LONDON (Reuters) 09:28 AM ET 01/07/98 – American scientists believe they may have found another clue to why people develop diabetes, the fourth leading cause of death in most developed countries.
Researchers at Brigham and Women’s Hospital and Harvard University in Boston have shown that the progression of the disease is linked to a set of T-cells that fail to produce a substance called interleukin 4 (IL-4), which sends signals to the immune system.
The findings, published in the scientific journal Nature, could have important therapeutic implications and may be one of the final obstacles to conquering the disease.
“This work provides some insight into what the role of this new population of T-cells might be, but it is too early to call this the missing link,” said David Hafler, who, with Jack Strominger, led the research team.
“Not a lot is known about them,” he told Reuters. “They (the subset of T-cells) are markedly decreased in type 1 diabetics and more striking than their decrease is that they stop making IL-4.”
T-cells play an important role in the body’s immune response. Previous experiments on animals have shown that IL-4, produced by specific T-cells, could prevent diabetes.
Hafler’s study of identical twins and triplets is the first to show that the hypothesis holds up in humans. He stressed that it is a small study that needs to be confirmed by others. If his findings are confirmed, the next step would be to find out what triggers the production of IL-4.

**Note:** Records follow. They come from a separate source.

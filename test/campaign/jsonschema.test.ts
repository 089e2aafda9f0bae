/**
 * The emitted JSON Schema. It is checked as an editor would use it: a small validator written here,
 * independently of zod, following the JSON Schema 2020-12 validation vocabulary (json-schema.org,
 * "JSON Schema Validation: A Vocabulary for Structural Validation of JSON", draft 2020-12, sections 6.1-6.5,
 * and "JSON Schema Core" 2020-12 section 10 for properties / additionalProperties / items / anyOf / propertyNames),
 * validates the starter campaign and rejects malformed ones.
 */
import { describe, expect, it } from 'vitest';
import { parse } from 'yaml';
import { campaignJsonSchema } from '../../src/campaign/jsonschema.js';
import { STARTER_CAMPAIGN } from '../../src/campaign/starter.js';

type Schema = Record<string, any>;

/** Keywords of the 2020-12 core, applicator, validation and meta-data vocabularies. */
const KNOWN = new Set([
  '$schema', '$id', '$ref', '$defs', '$comment', '$anchor', '$dynamicRef', '$dynamicAnchor', '$vocabulary',
  'allOf', 'anyOf', 'oneOf', 'not', 'if', 'then', 'else', 'dependentSchemas', 'prefixItems', 'items', 'contains',
  'properties', 'patternProperties', 'additionalProperties', 'propertyNames', 'unevaluatedItems', 'unevaluatedProperties',
  'type', 'enum', 'const', 'multipleOf', 'maximum', 'exclusiveMaximum', 'minimum', 'exclusiveMinimum', 'maxLength', 'minLength',
  'pattern', 'maxItems', 'minItems', 'uniqueItems', 'maxContains', 'minContains', 'maxProperties', 'minProperties', 'required',
  'dependentRequired', 'format', 'title', 'description', 'default', 'deprecated', 'readOnly', 'writeOnly', 'examples',
]);

function typeOf(v: unknown): string[] {
  if (v === null) return ['null'];
  if (Array.isArray(v)) return ['array'];
  if (typeof v === 'number') return Number.isInteger(v) ? ['number', 'integer'] : ['number'];
  return [typeof v];
}

/** Errors of `value` against `schema`, as "path: keyword" strings. Covers the keywords the emitted schema uses. */
function validate(schema: Schema, value: unknown, path = ''): string[] {
  const errs: string[] = [];
  const fail = (kw: string) => errs.push(`${path || '/'}: ${kw}`);
  for (const kw of Object.keys(schema)) if (!KNOWN.has(kw)) fail(`unsupported keyword ${kw}`);
  if (schema.type !== undefined) {
    const wanted: string[] = Array.isArray(schema.type) ? schema.type : [schema.type];
    if (!typeOf(value).some((t) => wanted.includes(t))) return [`${path || '/'}: type`];
  }
  if (schema.enum && !schema.enum.some((e: unknown) => e === value)) fail('enum');
  if (typeof value === 'number') {
    if (schema.minimum !== undefined && !(value >= schema.minimum)) fail('minimum');
    if (schema.maximum !== undefined && !(value <= schema.maximum)) fail('maximum');
    if (schema.exclusiveMinimum !== undefined && !(value > schema.exclusiveMinimum)) fail('exclusiveMinimum');
    if (schema.exclusiveMaximum !== undefined && !(value < schema.exclusiveMaximum)) fail('exclusiveMaximum');
  }
  if (typeof value === 'string') {
    if (schema.minLength !== undefined && [...value].length < schema.minLength) fail('minLength');
    if (schema.pattern !== undefined && !new RegExp(schema.pattern, 'u').test(value)) fail('pattern');
  }
  if (Array.isArray(value)) {
    if (schema.minItems !== undefined && value.length < schema.minItems) fail('minItems');
    if (schema.items) value.forEach((v, i) => errs.push(...validate(schema.items, v, `${path}/${i}`)));
  }
  if (value !== null && typeof value === 'object' && !Array.isArray(value)) {
    const obj = value as Record<string, unknown>;
    for (const r of schema.required ?? []) if (!(r in obj)) fail(`required ${r}`);
    for (const [k, v] of Object.entries(obj)) {
      if (schema.propertyNames) errs.push(...validate(schema.propertyNames, k, `${path}/${k} (name)`));
      if (schema.properties && k in schema.properties) errs.push(...validate(schema.properties[k], v, `${path}/${k}`));
      else if (schema.additionalProperties === false) fail(`additionalProperties ${k}`);
      else if (typeof schema.additionalProperties === 'object') errs.push(...validate(schema.additionalProperties, v, `${path}/${k}`));
    }
  }
  if (schema.anyOf && !schema.anyOf.some((s: Schema) => validate(s, value, path).length === 0)) fail('anyOf');
  return errs;
}

const schema = campaignJsonSchema();

describe('campaign JSON Schema', () => {
  it('is a draft 2020-12 document of an object with fixed keys', () => {
    expect(schema.$schema).toBe('https://json-schema.org/draft/2020-12/schema');
    expect(schema.type).toBe('object');
    expect(schema.additionalProperties).toBe(false);
    expect(Object.keys(schema.properties as object)).toEqual([
      'name', 'description', 'species', 'start', 'committee', 'holdout', 'rounds', 'conditions', 'stages', 'backend', 'budget',
    ]);
    expect(schema.required).toEqual(['name', 'species', 'start', 'conditions', 'stages']);
    // Round-trips through JSON (what `ratchet schema` prints).
    expect(JSON.parse(JSON.stringify(schema))).toEqual(schema);
  });

  it('validates the starter campaign', () => {
    const doc = parse(STARTER_CAMPAIGN);
    expect(validate(schema, doc)).toEqual([]);
  });

  it('rejects what the loader rejects where JSON Schema can say it', () => {
    const good = () => parse(STARTER_CAMPAIGN);
    const cases: [string, (d: any) => void, string][] = [
      ['unknown key', (d) => (d.stages.label.frame_per_task = 3), '/stages/label: additionalProperties frame_per_task'],
      ['unknown top-level key', (d) => (d.colour = 'blue'), '/: additionalProperties colour'],
      ['wrong type', (d) => (d.committee.size = 'four'), '/committee/size: type'],
      ['missing command', (d) => delete d.stages.train.command, '/stages/train: required command'],
      ['negative walltime', (d) => (d.stages.label.resources.walltime = '-1'), '/stages/label/resources/walltime: anyOf'],
      ['walltime minutes of 60', (d) => (d.stages.label.resources.walltime = '01:60:00'), '/stages/label/resources/walltime: anyOf'],
      ['memory unit', (d) => (d.stages.label.resources.memory = '4X'), '/stages/label/resources/memory: anyOf'],
      ['committee of one', (d) => (d.committee.size = 1), '/committee/size: minimum'],
      ['backend kind', (d) => (d.backend.kind = 'slurn'), '/backend/kind: enum'],
      ['species symbol', (d) => (d.species = ['Xx']), '/species/0: enum'],
      ['condition name', (d) => (d.conditions[0].name = 'a b'), '/conditions/0/name: pattern'],
      ['pair key', (d) => (d.stages.label.contacts.min_distance = { 'Si+Si': 1 }), '/stages/label/contacts/min_distance/Si+Si (name): pattern'],
      ['holdout', (d) => (d.holdout = 1), '/holdout: exclusiveMaximum'],
    ];
    for (const [what, change, expected] of cases) {
      const d = good();
      change(d);
      expect(validate(schema, d), what).toEqual([expected]);
    }
  });

  it('accepts the other forms the loader accepts', () => {
    const d = parse(STARTER_CAMPAIGN);
    d.start = ['a.xyz', 'b.xyz'];
    d.stages.label.resources.walltime = '1-12:00:00';
    d.stages.train.resources.walltime = 7200;
    d.stages.label.resources.memory = 2048;
    d.stages.train.setup = 'module load x\nsource y';
    d.conditions[1].start = 'hot.xyz';
    d.conditions[1].pressure = 10000;
    d.budget = null; // a section left empty
    d.backend = { kind: 'slurm', array_throttle: 20, walltime_max: '2-00:00:00', memory_max: '64G' };
    expect(validate(schema, d)).toEqual([]);
  });

  it('describes its keys for editors', () => {
    const label = (schema.properties as any).stages.properties.label.properties;
    expect(label.frames_per_task.description).toMatch(/Frames labeled by one task/);
    expect(label.frames_per_task.default).toBe(20);
    expect(label.resources.properties.walltime.default).toBe('01:00:00');
  });
});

“We’re doing experiments now to determine what we can do to signal the T-cells from the diabetics to make IL-4 at a biochemical level,” he said.

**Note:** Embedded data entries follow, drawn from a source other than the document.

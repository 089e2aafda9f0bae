/**
 * The campaign schema: defaults, normalisation and the cross-field checks.
 * Where a default is a number of the trade it is marked: the convergence target 0.99 is the one
 * issue 4 sets; the others are common practice (no single source).
 */
import { describe, expect, it } from 'vitest';
import { ZodError } from 'zod';
import { CampaignSchema, STAGES, parseCampaign, stageSettings, type CampaignInput } from '../../src/campaign/schema.js';

function minimal(): CampaignInput & Record<string, unknown> {
  return {
    name: 'argon',
    species: ['Ar'],
    start: 'start.xyz',
    conditions: [{ name: 'c30', temperature: 30, steps: 100 }],
    stages: {
      label: { command: 'label' },
      train: { command: 'train' },
      validate: { command: 'validate' },
      simulate: { command: 'md' },
    },
  };
}

function issues(data: unknown): { path: string; message: string }[] {
  try {
    parseCampaign(data);
  } catch (err) {
    if (err instanceof ZodError) return err.issues.map((i) => ({ path: i.path.join('.'), message: i.message }));
    throw err;
  }
  return [];
}

describe('STAGES', () => {
  it('lists the five stages in the order of the design glossary', () => {
    expect(STAGES).toEqual(['sample', 'label', 'train', 'validate', 'simulate']);
  });
});

describe('defaults', () => {
  const c = parseCampaign(minimal());
  it('fills the committee, holdout, rounds and backend', () => {
    expect(c.committee).toEqual({ size: 4, bootstrap: false, seed: 0 });
    expect(c.holdout).toBe(0.1);
    expect(c.rounds).toEqual({ max: 10, converge: { confident_fraction: 0.99 }, explore_unvalidated: { max_rounds: 0, steps_fraction: 0.1 } }); // issue 4: "default 0.99"; exploring without validation is off by default
    expect(c.backend.kind).toBe('local');
    expect(c.backend.jobs).toBeUndefined();
    expect(c.budget).toEqual({});
  });
  it('fills every stage, the sample stage included when left out', () => {
    for (const s of STAGES) {
      const st = stageSettings(c, s);
      expect(st.resources).toEqual({ cpus: 1, gpus: 0, walltime: 3600, scheduler_lines: [] });
      expect(st.setup).toEqual([]);
      expect(st.attempts).toBe(2);
      expect(st.params).toEqual({});
    }
    expect(c.stages.sample.command).toBeUndefined();
    expect(c.stages.sample.perturb).toEqual({ count: 10, displacement: 0.05, strain: 0.02, seed: 0 });
    expect(c.stages.sample.select).toEqual({ window: { lower: 0.05, upper: 0.5, calibrate: false }, max_per_condition: 50, fingerprint: { cutoff: 6, bins: 32 } });
    expect(c.stages.label).toMatchObject({ frames_per_task: 20, max_force: 50, max_rejected_fraction: 0.1, contacts: { scale: 0.5, min_distance: {} } });
    // limits: the table of src/gates/limits.ts, parsed to {warn, fail} (null = not checked)
    expect(c.stages.validate).toMatchObject({
      errors: { energy_rmse: { warn: 5, fail: 10 }, force_rmse: { warn: 100, fail: 150 }, energy_mae: { warn: null, fail: null }, stress_rmse: { warn: null, fail: null } },
      max_drift: { warn: 0.1, fail: 1 },
      max_excursion: { warn: 10, fail: 100 },
      drift_min_frames: 10,
      drift_min_span: 1,
      nve_steps: 1000,
    });
    expect(c.stages.validate.nve_timestep).toBeUndefined();
  });
  it('normalises start to a list and gives each condition a seed (its position)', () => {
    const input = minimal();
    input.conditions = [
      { name: 'a', temperature: 30, steps: 10 },
      { name: 'b', temperature: 60, steps: 10, seed: 42 },
      { name: 'c', temperature: 90, steps: 10 },
    ];
    const p = parseCampaign(input);
    expect(p.start).toEqual(['start.xyz']);
    expect(p.conditions.map((k) => k.seed)).toEqual([0, 42, 2]);
    expect(p.conditions[0]).toEqual({ name: 'a', temperature: 30, steps: 10, timestep: 1, write_every: 10, start: 0, seed: 0 });
  });
  it('parses walltime to seconds, memory to MiB, and a setup block to lines', () => {
    const input = minimal();
    input.stages.label = {
      command: 'x',
      resources: { walltime: '1-02:00:00', memory: '4G', scheduler_lines: ['--constraint=skylake'] },
      setup: 'module load dft/1.0\nsource ~/venv/bin/activate\n',
    };
    const p = parseCampaign(input);
    expect(p.stages.label.resources.walltime).toBe(26 * 3600);
    expect(p.stages.label.resources.memory).toBe(4096);
    expect(p.stages.label.setup).toEqual(['module load dft/1.0', 'source ~/venv/bin/activate']);
    expect(p.stages.label.resources.scheduler_lines).toEqual(['--constraint=skylake']);
  });
  it('keeps a campaign name with spaces, quotes and shell characters as written', () => {
    const input = minimal();
    input.name = `it's "$(rm -rf ~)" \`x\`\nsecond line`;
    expect(parseCampaign(input).name).toBe(input.name);
  });
});

describe('rejections', () => {
  it('is strict at every level', () => {
    const input = minimal() as Record<string, any>;
    input.extra = 1;
    input.stages.label.frame_per_task = 3;
    input.conditions[0].temprature = 3;
    const r = CampaignSchema.safeParse(input);
    const found = (r.error?.issues ?? []).map((i) => `${i.path.join('.')}:${i.code}:${i.code === 'unrecognized_keys' ? i.keys.join(',') : ''}`);
    expect(found.sort()).toEqual([
      ':unrecognized_keys:extra',
      'conditions.0:unrecognized_keys:temprature',
      'stages.label:unrecognized_keys:frame_per_task',
    ].sort());
  });
  it('requires the command of label, train, validate and simulate but not of sample', () => {
    for (const s of ['label', 'train', 'validate', 'simulate'] as const) {
      const input = minimal() as Record<string, any>;
      delete input.stages[s].command;
      expect(issues(input)).toEqual([{ path: `stages.${s}.command`, message: `expected a command line (a non-empty string) for the ${s} tasks` }]);
    }
    const input = minimal() as Record<string, any>;
    input.stages.sample = { command: 'my-sampler' };
    expect(parseCampaign(input).stages.sample.command).toBe('my-sampler');
  });
  it('needs a committee of at least 2', () => {
    const input = minimal();
    input.committee = { size: 1 };
    expect(issues(input)).toEqual([{ path: 'committee.size', message: 'expected a committee size of at least 2' }]);
  });
  it('rejects a symbol that is no element, and a species given twice', () => {
    const input = minimal();
    input.species = ['Ar', 'Xx'];
    expect(issues(input)).toEqual([{ path: 'species.1', message: 'expected an element symbol like "Ar"' }]);
    input.species = ['Ar', 'Ne', 'Ar'];
    expect(issues(input)).toEqual([{ path: 'species.2', message: 'expected each element once ("Ar" is also species[0])' }]);
  });
  it('checks condition names are unique and start indices exist', () => {
    const input = minimal();
    input.conditions = [
      { name: 'a', temperature: 30, steps: 10 },
      { name: 'a', temperature: 60, steps: 10, start: 1 },
    ];
    expect(issues(input)).toEqual([
      { path: 'conditions.1.name', message: 'expected a unique condition name ("a" is also conditions[0])' },
      { path: 'conditions.1.start', message: 'expected an index into start (0 to 0) or a structure path' },
    ]);
  });
  it('checks per-pair contact limits name the campaign species', () => {
    const input = minimal() as Record<string, any>;
    input.stages.simulate.contacts = { min_distance: { 'Ar-Ar': 2.5, 'Ar-Ne': 2.0 } };
    expect(issues(input)).toEqual([
      { path: 'stages.simulate.contacts.min_distance.Ar-Ne', message: `expected a pair of the campaign's species (Ar), found "Ar-Ne" ("Ne" is not one of them)` },
    ]);
    input.stages.simulate.contacts = { min_distance: { 'Ar+Ar': 2.5 } };
    expect(issues(input)[0]).toMatchObject({ path: 'stages.simulate.contacts.min_distance.Ar+Ar', message: 'Invalid key in record' });
  });
  it('needs the spread window lower below upper', () => {
    const input = minimal() as Record<string, any>;
    input.stages.sample = { select: { window: { lower: 0.5, upper: 0.2 } } };
    expect(issues(input)).toEqual([{ path: 'stages.sample.select.window.upper', message: 'expected upper above lower (0.5 eV/Å)' }]);
  });
  it('rejects out-of-range fractions, temperatures and time steps', () => {
    const input = minimal() as Record<string, any>;
    input.holdout = 1;
    input.rounds = { converge: { confident_fraction: 1.2 } };
    input.conditions[0].temperature = 0;
    input.conditions[0].timestep = -1;
    input.stages.label.max_rejected_fraction = -0.1;
    expect(issues(input).map((i) => i.path).sort()).toEqual(
      ['conditions.0.temperature', 'conditions.0.timestep', 'holdout', 'rounds.converge.confident_fraction', 'stages.label.max_rejected_fraction'].sort(),
    );
  });
  it('rejects a walltime of zero or below and memory it cannot read', () => {
    const input = minimal() as Record<string, any>;
    input.stages.train.resources = { walltime: -1, memory: '4X' };
    expect(issues(input)).toEqual([
      { path: 'stages.train.resources.memory', message: 'expected a memory size like "4G" or "500M" (a plain number is MiB)' },
      { path: 'stages.train.resources.walltime', message: 'expected a walltime like "02:00:00" (HH:MM:SS) or "1-12:00:00" (D-HH:MM:SS), or whole seconds' },
    ]);
  });
  it('rejects a scheduler directive spanning lines (it would break the batch script header)', () => {
    const input = minimal() as Record<string, any>;
    input.stages.train.resources = { scheduler_lines: ['--exclusive\n#SBATCH --x'] };
    expect(issues(input)).toEqual([{ path: 'stages.train.resources.scheduler_lines.0', message: 'expected a scheduler directive line on one line' }]);
  });
  it('accepts every backend kind and nothing else', () => {
    for (const kind of ['local', 'slurm', 'pbs', 'lsf', 'sge']) {
      expect(CampaignSchema.safeParse({ ...minimal(), backend: { kind } }).success).toBe(true);
    }
    expect(issues({ ...minimal(), backend: { kind: 'condor' } })[0]!.path).toBe('backend.kind');
  });
});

Diabetes is caused by a deficiency in the production of insulin, the hormone that controls human metabolism and blood sugar levels. Sufferers of type 1, or juvenile onset diabetes, must have insulin injections to control the auto-immune disease. Their own T-cells help to destroy cells in the pancreas that secrete insulin.
Type 2 diabetics have abnormal insulin responses. Diet, exercise and drugs to stimulate pancreatic secretions of insulin are used to treat the milder forms of the disease.
Although the T-cell attack explains how the disease develops in type 1 diabetics, it does not answer the question of why some people predisposed to the disease, such as identical twins whose siblings are sufferers, do not get it. Hafler and his colleagues may have found one of the reasons.
“The immune system is a complex series of events and we are slowly dissecting the various components that may be involved,” he said in an interview.
Diabetes, which causes kidney failure, strokes, heart attacks, blindness and nerve damage, affects 135 million people throughout the world and kills 2.8 million every year.
Experts estimate the number of sufferers will double to 220 million by the year 2010.